Your objective -
All lines from the one with "name leaves none." onward, through the last line of the records below, are to be retyped word for word.

Stored data
// Undo and redo (viewer/scene/undo_feed.h): pins, unpins, judgments and retractions come back and
// go again as steps, over a still map; and through the real window under Xvfb, ctrl+Z and
// ctrl+shift+Z reach the session, so reopening it shows the map as undo left it.
#include <doctest/doctest.h>

#include <nlohmann/json.hpp>
#include <string>
#include <vector>

#include "solver/session/session_store.h"
#include "tests/approx.h"
#include "tests/sessions_support.h"
#include "tests/window_support.h"
#include "viewer/scene/undo_feed.h"

namespace {

using kith::CommandBody;
namespace cmd = kith::cmd;

kith::Judgment judge(int64_t id, int32_t anchor, int32_t nearer, int32_t farther) {
  kith::Judgment j;
  j.id = id;
  j.anchor = anchor;
  j.nearer = nearer;
  j.farther = farther;
  return j;
}

struct Still {
  kith::StillFeed still;
  kith::UndoFeed feed;
  Still()
      : still({"a", "b", "c", "d", "e"}, kith::Points::Zero(5, 3),
              {judge(1, 0, 1, 2), judge(2, 1, 2, 3)}),
        feed(still) {}
  // The window's path: prepare, then post; one frame's commands, then the step closes.
  void send(std::vector<CommandBody> bodies) {
    for (CommandBody& b : bodies) {
      REQUIRE(feed.prepare(b).empty());
      feed.post(b);
    }
    feed.end_step();
  }
  bool pinned(int i) const { return feed.latest()->pinned[size_t(i)] != 0; }
  double x(int i) const { return feed.latest()->positions(i, 0); }
  size_t active() const {
    size_t n = 0;
    for (const kith::Judgment& j : feed.latest()->judgments->all()) n += !j.retracted;
    return n;
  }
};

}  // namespace

TEST_CASE("undo: a pin, a moved pin and an unpin go back and come again") {
  Still s;
  s.send({cmd::Pin{2, {1.0, 2.0, 3.0}}});
  CHECK(s.pinned(2));
  CHECK(s.feed.undo() == "pin of c");
  CHECK_FALSE(s.pinned(2));
  CHECK(s.feed.can_redo());
  CHECK(s.feed.redo() == "pin of c");
  CHECK(s.pinned(2));
  CHECK(s.x(2) == 1.0);
  // A pinned item pinned elsewhere: undo puts its pin back where it was.
  s.send({cmd::Pin{2, {5.0, 0.0, 0.0}}});
  CHECK(s.x(2) == 5.0);
  s.feed.undo();
  CHECK(s.pinned(2));
  CHECK(s.x(2) == 1.0);
  // An unpin: undo pins it again at its place.
  s.send({cmd::Unpin{2}});
  CHECK_FALSE(s.pinned(2));
  CHECK(s.feed.undo() == "unpin of c");
  CHECK(s.pinned(2));
  CHECK(s.x(2) == 1.0);
  // Unpinning what is not pinned changes nothing and is no step.
  const size_t depth = s.feed.undo_depth();
  s.send({cmd::Unpin{4}});
  CHECK(s.feed.undo_depth() == depth);
}

TEST_CASE("undo: one frame's judgments are one step, a retraction is undone by a restore") {
  Still s;
  CHECK(s.active() == 2);
  s.send({cmd::AddJudgment{judge(-1, 0, 3, 4)}, cmd::AddJudgment{judge(-1, 1, 0, 4)},
          cmd::AddJudgment{judge(-1, 2, 1, 4)}});
  CHECK(s.active() == 5);
  CHECK(s.feed.undo() == "3 judgments");
  CHECK(s.active() == 2);
  CHECK(s.feed.latest()->judgments->all().size() == 5);  // kept, retracted: never deleted
  CHECK(s.feed.redo() == "3 judgments");
  CHECK(s.active() == 5);

  const int64_t first = s.feed.latest()->judgments->all().front().id;
  s.send({cmd::RetractJudgment{first, true}});
  CHECK(s.active() == 4);
  CHECK(s.feed.undo() == "retraction");
  CHECK(s.active() == 5);
  // Something new after an undo: redo has nothing left to bring back.
  s.send({cmd::Pin{0, {}}});
  CHECK_FALSE(s.feed.can_redo());
  CHECK(s.feed.redo().empty());
  // Undo past the first step: nothing more.
  while (!s.feed.undo().empty()) {
  }
  CHECK(s.active() == 2);
  CHECK_FALSE(s.pinned(0));
}

TEST_CASE("undo window: ctrl+Z and ctrl+shift+Z reach the session and reopening shows what they left") {
  KITH_SKIP_WITHOUT_XVFB();
  const std::string dir = kith::test::temp_dir("undo-window");
  const std::string items = kith::test::write_swatches_csv(dir, 40);
  const std::string script =
      "20 wait-settle 5\n"
      "30 move @sw7\n30 press left\n31 release left\n33 key P\n"
      "40 move @sw11\n40 press left\n41 release left\n43 key P\n"
      "50 key ctrl+Z\n55 dump " + dir + "/one.json\n"
      "60 key ctrl+Z\n62 key ctrl+shift+Z\n65 dump " + dir + "/two.json\n70 quit\n";
  REQUIRE(kith::test::open_with_script(items + " --frames 300", dir, "first", script) == 0);
  CAPTURE(kith::test::file_bytes(dir + "/first.log"));
  const auto one = nlohmann::json::parse(kith::test::file_bytes(dir + "/one.json"));
  const auto two = nlohmann::json::parse(kith::test::file_bytes(dir + "/two.json"));
  CHECK(one["pinned"].size() == 1);  // sw11's pin undone
  CHECK(one["undo_steps"] == 1);
  CHECK(one["redo_steps"] == 1);
  CHECK(two["pinned"].size() == 1);  // sw7 undone, then redone
  CHECK(two["undo_steps"] == 1);
  CHECK(two["redo_steps"] == 1);  // sw11's pin could still come back

  const std::string session = dir + "/swatches.kith";
  {
    kith::SessionOpenOptions o;
    o.read_only = true;
    const auto store = kith::SessionStore::open(session, o);
    const auto pins = store->pins();
    REQUIRE(pins.size() == 1);
    CHECK(store->collection().ids[size_t(pins[0].item)] == "sw7");
    size_t undos = 0;
    for (const auto& e : store->events()) undos += e.kind == "undo";
    CHECK(undos == 3);
  }
  // Reopened: the map as undo and redo left it.
  const std::string look = "20 wait-settle 5\n30 dump " + dir + "/again.json\n31 quit\n";
  REQUIRE(kith::test::open_with_script(session + " --frames 100", dir, "again", look) == 0);
  const auto again = nlohmann::json::parse(kith::test::file_bytes(dir + "/again.json"));
  CHECK(again["pinned"].size() == 1);
}
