// Checks of the simulated people (solver/demo/simulated_people.h).
#include <doctest/doctest.h>

#include <cmath>

#include "solver/demo/simulated_people.h"

namespace {

kith::SimulatedPeople library_people(kith::SimulatedPeopleOptions options = {}) {
  return kith::SimulatedPeople(kith::perceptual_items(kith::make_swatches()), std::move(options));
}

// Fraction of the truth triplets a member reproduces.
double member_agreement(kith::SimulatedPeople& people, int member, const std::vector<kith::Judgment>& truth) {
  int same = 0;
  for (const auto& t : truth) same += people.answer(t.anchor, t.nearer, t.farther, member).nearer == t.nearer;
  return double(same) / truth.size();
}

}  // namespace

TEST_CASE("demo people: the hidden distance is CIEDE2000 plus pattern terms") {
  std::vector<kith::PerceptualItem> items = {
      {{50, 10, 10}, 0, 1.0}, {{55, -5, 20}, 0, 1.0}, {{50, 10, 10}, 1, 6.0}, {{50, 10, 10}, 1, 24.0}};
  kith::SimulatedPeople people(items);
  CHECK(people.distance(0, 0) == 0.0);
  CHECK(people.distance(0, 1) == doctest::Approx(kith::ciede2000(items[0].colour, items[1].colour)));
  CHECK(people.distance(0, 1) == doctest::Approx(people.distance(1, 0)));
  CHECK(people.distance(0, 2) == doctest::Approx(20.0));            // pattern differs, same colour
  CHECK(people.distance(2, 3) == doctest::Approx(8.0 * 2.0));       // two doublings of the repeat
  CHECK(people.distance(0, 3) == doctest::Approx(20.0));            // plain vs patterned: no scale term
  kith::SimulatedPeopleOptions bad;
  bad.members[0].noise = -1;
  CHECK_THROWS(kith::SimulatedPeople(items, bad));
}

TEST_CASE("demo people: members' answers follow their noise, the contrarian disagrees systematically") {
  auto people = library_people();
  const auto truth = people.truth_triplets(3000, 0, 0.0, 5);
  REQUIRE(truth.size() == 3000);
  for (const auto& t : truth) REQUIRE(people.distance(t.anchor, t.nearer) < people.distance(t.anchor, t.farther));
  const double ines = member_agreement(people, 0, truth), tomas = member_agreement(people, 1, truth),
               wren = member_agreement(people, 2, truth), odile = member_agreement(people, 3, truth);
  MESSAGE("agreement with the hidden distance: Ines " << ines << ", Tomas " << tomas << ", Wren " << wren
                                                       << ", Odile (contrarian) " << odile);
  CHECK(ines > 0.9);
  CHECK(ines > tomas + 0.01);
  CHECK(tomas > wren + 0.01);
  CHECK(odile < wren);

  // Systematic, not random: on triplets that differ only in hue (same pattern, equal lightness
  // within 2 units), the contrarian is near chance while a noisy member stays well above it.
  std::vector<kith::PerceptualItem> hue_only;
  for (int i = 0; i < 36; ++i) {
    const double h = i * 10.0 * 3.14159265358979323846 / 180.0;
    hue_only.push_back({{60.0 + (i % 3) * 0.5, 30 * std::cos(h), 30 * std::sin(h)}, 0, 1.0});
  }
  kith::SimulatedPeople hue_people(hue_only);
  const auto hue_truth = hue_people.truth_triplets(2000, 0, 5.0, 9);
  const double hue_wren = member_agreement(hue_people, 2, hue_truth);
  const double hue_odile = member_agreement(hue_people, 3, hue_truth);
  MESSAGE("hue-only triplets: Wren " << hue_wren << ", Odile " << hue_odile);
  CHECK(hue_wren > 0.75);
  CHECK(std::abs(hue_odile - 0.5) < 0.1);

  // Turn-taking names each member in order.
  CHECK(people.answer(0, 1, 2).person == "Ines");
  CHECK(people.answer(0, 1, 2).person == "Tomas");
}

TEST_CASE("demo people: truth triplets from a neighbourhood are local and clear") {
  auto people = library_people();
  const auto local = people.truth_triplets(200, 30, 3.0, 3);
  REQUIRE(local.size() == 200);
  for (const auto& t : local) {
    CHECK(people.distance(t.anchor, t.farther) - people.distance(t.anchor, t.nearer) >= 3.0);
    int closer = 0;  // the farther item is still within the anchor's 30 nearest
    for (int32_t i = 0; i < int32_t(people.size()); ++i)
      closer += i != t.anchor && people.distance(t.anchor, i) < people.distance(t.anchor, t.farther);
    CHECK(closer < 30);
  }
}
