TEST_CASE("hostile inputs: kith new --force never takes in a stale -wal, and cleans what a killed kith new left") {
  const std::string dir = kith::test::temp_dir("hostile-new");
  const std::string items = kith::test::write_swatches_csv(dir, 30);
  const std::string path = dir + "/box.kith";
  REQUIRE(run_kith("new " + items + " -o " + path).code == 0);
  // A writer killed with judgments in its log: the -wal (and -shm) stay beside the file.
  const pid_t writer = ::fork();
  REQUIRE(writer >= 0);
  if (writer == 0) {
    auto store = SessionStore::open(path);
    for (int k = 0; k < 5; ++k) {
      kith::Judgment j;
      j.anchor = k;
      j.nearer = k + 1;
      j.farther = k + 2;
      store->add_judgment(j);
    }
    ::kill(::getpid(), SIGKILL);
  }
  int status = 0;
  ::waitpid(writer, &status, 0);
  REQUIRE(WIFSIGNALED(status));
  REQUIRE(fs::file_size(path + "-wal") > 0);
  CHECK(SessionStore::inspect(path).judgments == 5);  // the log holds them

  // While another process holds the session, --force is refused and nothing changes.
  {
    auto live = SessionStore::open(path);
    const auto before = snapshot(dir);
    const KithRun r = run_kith("new " + items + " -o " + path + " --force");
    CHECK(r.code == 3);
    CHECK(has(r, "open in another kith process"));
    CHECK(snapshot(dir) == before);
  }
  // Killed again, so the log is stale with no one holding the file.
  const pid_t again = ::fork();
  REQUIRE(again >= 0);
  if (again == 0) {
    auto store = SessionStore::open(path);
    kith::Judgment j;
    j.anchor = 7, j.nearer = 8, j.farther = 9;
    store->add_judgment(j);
    ::kill(::getpid(), SIGKILL);
  }
  ::waitpid(again, &status, 0);
  REQUIRE(fs::file_size(path + "-wal") > 0);
  KithRun r = run_kith("new " + items + " -o " + path + " --force");
  CHECK(r.code == 0);
  CHECK(r.output.find("0 judgments") != std::string::npos);
  CHECK(SessionStore::inspect(path).judgments == 0);
  CHECK(SessionStore::open(path)->judgments().empty());

  // A log left with no session at all: refused without --force (naming it), removed with it.
  const std::string lone = dir + "/lone.kith";
  fs::copy_file(path, lone);
  {
    auto store = SessionStore::open(lone);
    kith::Judgment j;
    j.anchor = 1, j.nearer = 2, j.farther = 3;
    store->add_judgment(j);
    fs::copy_file(lone + "-wal", dir + "/kept-wal");  // the log as a killed writer leaves it
  }
  fs::remove(lone);
  fs::copy_file(dir + "/kept-wal", lone + "-wal");
  const std::string wal_bytes = file_bytes(lone + "-wal");
  r = run_kith("new " + items + " -o " + lone);
  CHECK(r.code == 2);
  CHECK(has(r, lone + "-wal is there"));
  CHECK(has(r, "--force"));
  CHECK(file_bytes(lone + "-wal") == wal_bytes);
  CHECK_FALSE(fs::exists(lone));
  r = run_kith("new " + items + " -o " + lone + " --force");
  CHECK(r.code == 0);
  CHECK(SessionStore::inspect(lone).judgments == 0);

  // What a kill -9 during `kith new` leaves: ".NAME.creating-PID-N" with its -wal and -shm. Those of
  // a process that is gone are removed by the next `kith new` of that name; one whose process
  // lives and holds its lock (here this test) is left alone, and so is anything else.
  const pid_t gone = ::fork();
  REQUIRE(gone >= 0);
  if (gone == 0) ::_exit(0);
  ::waitpid(gone, &status, 0);
  const std::string stale = dir + "/.fresh.kith.creating-" + std::to_string(gone) + "-12345";
  for (const char* suffix : {"", "-wal", "-shm", "-journal"}) write_bytes(stale + suffix, "half a session");
  const std::string live = dir + "/.fresh.kith.creating-" + std::to_string(::getpid()) + "-777";
  write_bytes(live, "being made");
  const int live_fd = ::open(live.c_str(), O_RDONLY);
  REQUIRE(::flock(live_fd, LOCK_EX) == 0);
  write_bytes(dir + "/.fresh.kith.creating-notes", "not a leftover");
  r = run_kith("new " + items + " -o " + dir + "/fresh.kith");
  CHECK(r.code == 0);
  for (const char* suffix : {"", "-wal", "-shm", "-journal"}) CHECK_FALSE(fs::exists(stale + suffix));
  CHECK(file_bytes(live) == "being made");
  CHECK(file_bytes(dir + "/.fresh.kith.creating-notes") == "not a leftover");
  ::close(live_fd);

  // And a real kill -9 of `kith new` part way: killed as soon as its ".creating" file shows (20,000
  // items, so the build takes a while); then the next `kith new` of that name leaves none.
  const std::string big = dir + "/big";
  fs::create_directories(big);
  const std::string big_items = kith::test::write_swatches_csv(big, 20000);
  auto creating = [&] {
    size_t n = 0;
    for (const std::string& name : folder_listing(big)) n += name.rfind(".k.kith.creating-", 0) == 0 ? 1 : 0;
    return n;
  };
  int killed_with_leftovers = 0;
  for (int round = 0; round < 5; ++round) {
    run_shell("( " + std::string(KITH_BINARY) + " new " + big_items + " -o " + big +
              "/k.kith --force >/dev/null 2>&1 & " + "p=$!; for t in $(seq 1 2000); do ls -a " + big +
              " | grep -q '^\\.k\\.kith\\.creating' && break; " + "sleep 0.002; done; kill -9 $p; wait $p )");
    killed_with_leftovers += creating() > 0 ? 1 : 0;
    r = run_kith("new " + big_items + " -o " + big + "/k.kith --force");
    CHECK(r.code == 0);
    CHECK(creating() == 0);
  }
  MESSAGE("kith new killed with SIGKILL while building: "
          << killed_with_leftovers << " of 5 kills left .creating files, each removed by the next kith new");
  CHECK(killed_with_leftovers >= 1);
}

Result below -
  // items, so the build takes a while); then the next `kith new` of that name leaves none.
  const std::string big = dir + "/big";
  fs::create_directories(big);
  const std::string big_items = kith::test::write_swatches_csv(big, 20000);
  auto creating = [&] {
    size_t n = 0;
    for (const std::string& name : folder_listing(big)) n += name.rfind(".k.kith.creating-", 0) == 0 ? 1 : 0;
    return n;
  };
  int killed_with_leftovers = 0;
  for (int round = 0; round < 5; ++round) {
    run_shell("( " + std::string(KITH_BINARY) + " new " + big_items + " -o " + big +
              "/k.kith --force >/dev/null 2>&1 & " + "p=$!; for t in $(seq 1 2000); do ls -a " + big +
              " | grep -q '^\\.k\\.kith\\.creating' && break; " + "sleep 0.002; done; kill -9 $p; wait $p )");
    killed_with_leftovers += creating() > 0 ? 1 : 0;
    r = run_kith("new " + big_items + " -o " + big + "/k.kith --force");
    CHECK(r.code == 0);
    CHECK(creating() == 0);
  }
  MESSAGE("kith new killed with SIGKILL while building: "
          << killed_with_leftovers << " of 5 kills left .creating files, each removed by the next kith new");
  CHECK(killed_with_leftovers >= 1);
}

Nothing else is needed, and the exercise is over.